__TRY IT__: Your answer should be the lines below from the one with "from checker.pattern import lazy" to the one with "key that counts", both included, given again exactly and with nothing added.

___ SUPPLIED ENTRIES ___

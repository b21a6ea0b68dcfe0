"""The one order of a report, so that equal boards give equal text whatever order they were solved in."""

from __future__ import annotations

from collections.abc import Collection, Iterable, Mapping, Sequence
from dataclasses import replace
from typing import Any

from checker.pattern import lazy
from checker.record.finding import Finding
from checker.record.report import Report
from checker.words import SEVERITIES

_DIGITS = lazy("([0-9]+)")

Key = tuple[Any, ...]


def natural(name: str) -> Key:
    """Sort key that counts numbers in a name as numbers: Q2 before Q10. Equal keys mean equal names."""
    return tuple(part if i % 2 == 0 else _number(part) for i, part in enumerate(_DIGITS.split(name)))


def _number(digits: str) -> tuple[int, str, str]:
    # By length, then digits: a hostile name may hold more digits than `int` takes.
    bare = digits.lstrip("0")
    return len(bare), bare, digits


def finding_key(finding: Finding) -> Key:
    """Worst first, then what is certain before what may be, then rule, subject and the rest."""
    return (
        SEVERITIES.index(finding.severity),
        finding.outcome != "violates",
        finding.rule,
        tuple(natural(name) for name in finding.subject),
        finding.state or "",
        finding.fingerprint,
    )


def judged_on(subject: Sequence[str], stages: Collection[str]) -> str:
    """Which one of a finding's subjects a rule was judged on: the first that is a stage, else the first."""
    return next((name for name in subject if name in stages), subject[0] if subject else "")


def in_order(report: Report) -> Report:
    """The same report with every collection in the order that the contract fixes."""
    return replace(
        report,
        assumptions=tuple(sorted(report.assumptions)),
        cautions=tuple(sorted(report.cautions)),
        rails=_by(report.rails, lambda rail: natural(rail.net)),
        nets=_mapping(report.nets),
        parts=_mapping(report.parts),
        islands=_by(
            (replace(island, nets=_by(island.nets, natural)) for island in report.islands),
            lambda island: tuple(natural(net) for net in island.nets),
        ),
        stages=_by(report.stages, lambda stage: natural(stage.id)),
        groups=_by(report.groups, lambda group: natural(group.id)),
        ports=_by(report.ports, lambda port: natural(port.name)),
        gains=_by(report.gains, lambda gain: (natural(gain.from_), natural(gain.to))),
        findings=_by(report.findings, finding_key),
        accepted=_by(report.accepted, lambda accepted: finding_key(accepted.finding)),
        unchecked=_by(report.unchecked, lambda it: (natural(it.subject), it.rule, it.datum, it.supply)),
        judged={rule: _by(on, natural) for rule, on in sorted(report.judged.items())},
        unavailable=_mapping(report.unavailable),
    )


def _by(items: Iterable[Any], key: Any) -> tuple[Any, ...]:
    return tuple(sorted(items, key=key))


def _mapping(items: Mapping[str, Any]) -> dict[str, Any]:
    return {key: items[key] for key in sorted(items, key=natural)}
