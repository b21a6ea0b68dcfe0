"""Reading a report back. The file may come from anywhere: each key is checked against the contract."""

from __future__ import annotations

import json
import math
import types
from collections.abc import Callable, Mapping
from dataclasses import fields
from functools import cache
from typing import Any, Literal, Union, get_args, get_origin, get_type_hints

from checker.record.base import Record, has_default, key_of
from checker.record.report import SCHEMA, Report
from checker.trouble import InputTrouble

SEVERAL = "stageproof-reports/1"
"""Names the object that holds the reports of several netlists."""


def from_json(text: str, *, file: str = "") -> Report:
    """The report in `text`. Keys that this version does not know are passed over.

    Raises InputTrouble, naming `file`, for text that is no JSON, another schema, or a value of a wrong type.
    """
    return _read(text, file, _one)[0]


def several_from_json(text: str, *, file: str = "") -> tuple[Report, ...]:
    """The report in `text`, or all of those that one call on several netlists wrote. Raises as `from_json` does."""
    return _read(text, file, _all)


def _read(text: str, file: str, reports: Callable[[Any], tuple[Report, ...]]) -> tuple[Report, ...]:
    try:
        return reports(json.loads(text, parse_constant=_no_constant))
    except RecursionError:
        raise InputTrouble("not a report: nested too deeply", file=file) from None
    except ValueError as problem:
        line = problem.lineno if isinstance(problem, json.JSONDecodeError) else 0
        raise InputTrouble(f"not a readable report: {problem}", file=file, line=line) from None


def _one(value: Any) -> tuple[Report, ...]:
    if not isinstance(value, dict) or value.get("schema") != SCHEMA:
        raise ValueError(f'not a report: expected an object whose "schema" is "{SCHEMA}"')
    report = _record(Report, value, "report")
    assert isinstance(report, Report)  # noqa: S101 - `_record` returns the class it is given
    return (report,)


def _all(value: Any) -> tuple[Report, ...]:
    if isinstance(value, dict) and value.get("schema") == SEVERAL and isinstance(value.get("reports"), list):
        return tuple(report for each in value["reports"] for report in _one(each))
    return _one(value)


def _no_constant(name: str) -> float:
    raise ValueError(f"{name} is no number that a report may hold")


def _record(kind: type[Record], value: Any, where: str) -> Record:
    if not isinstance(value, dict):
        raise ValueError(f"{where}: expected an object, got {_said(value)}")
    hints = _hints(kind)  # type: ignore[arg-type]  # the class is hashable, only its instances are not
    given: dict[str, Any] = {}
    for each in fields(kind):
        key = key_of(each.name)
        if key in value:
            given[each.name] = _value(hints[each.name], value[key], f"{where}.{key}")
        elif not has_default(each):
            raise ValueError(f"{where}: the key {key!r} is missing")
    return kind(**given)


@cache
def _hints(kind: type[Record]) -> dict[str, Any]:
    return get_type_hints(kind)


def _value(hint: Any, value: Any, where: str) -> Any:
    origin, args = get_origin(hint), get_args(hint)
    if origin in (Union, types.UnionType):
        return _one_of(args, value, where)
    if origin is Literal:
        return _checked(value in args and isinstance(value, str), value, where, " or ".join(map(repr, args)))
    if origin is tuple:
        return _tuple(args, value, where)
    if origin is Mapping:
        _checked(isinstance(value, dict), value, where, "an object")
        return {key: _value(args[1], item, f"{where}.{key}") for key, item in value.items()}
    if isinstance(hint, type) and issubclass(hint, Record):
        return _record(hint, value, where)
    return _scalar(hint, value, where)


def _one_of(choices: tuple[Any, ...], value: Any, where: str) -> Any:
    if value is None and type(None) in choices:
        return None
    problems = []
    for choice in (each for each in choices if each is not type(None)):
        try:
            return _value(choice, value, where)
        except ValueError as problem:
            problems.append(str(problem))
    raise ValueError(problems[-1])


def _tuple(args: tuple[Any, ...], value: Any, where: str) -> tuple[Any, ...]:
    _checked(isinstance(value, list), value, where, "an array")
    if args[-1] is Ellipsis:
        return tuple(_value(args[0], item, f"{where}[{i}]") for i, item in enumerate(value))
    _checked(len(value) == len(args), value, where, f"an array of {len(args)}")
    return tuple(_value(hint, value[i], f"{where}[{i}]") for i, hint in enumerate(args))


def _scalar(hint: Any, value: Any, where: str) -> Any:
    if hint is float and type(value) in (int, float):
        return _checked(_finite(value), float(value) if _finite(value) else value, where, "a finite number")
    return _checked(type(value) is hint, value, where, f"a value of type {hint.__name__}")


def _finite(value: float) -> bool:
    try:
        return math.isfinite(value)
    except OverflowError:  # an integer beyond the range of a float
        return False


def _checked(fine: bool, value: Any, where: str, expected: str) -> Any:
    if not fine:
        raise ValueError(f"{where}: expected {expected}, got {_said(value)}")
    return value


def _said(value: Any) -> str:
    text = json.dumps(value)
    return text if len(text) <= 40 else text[:37] + "..."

___

__RESPONSE BOX__:
from checker.pattern import lazy
from checker.record.finding import Finding
from checker.record.report import Report
from checker.words import SEVERITIES

_DIGITS = lazy("([0-9]+)")

Key = tuple[Any, ...]


def natural(name: str) -> Key:
    """Sort key that counts numbers in a name as numbers: Q2 before Q10. Equal keys mean equal names."""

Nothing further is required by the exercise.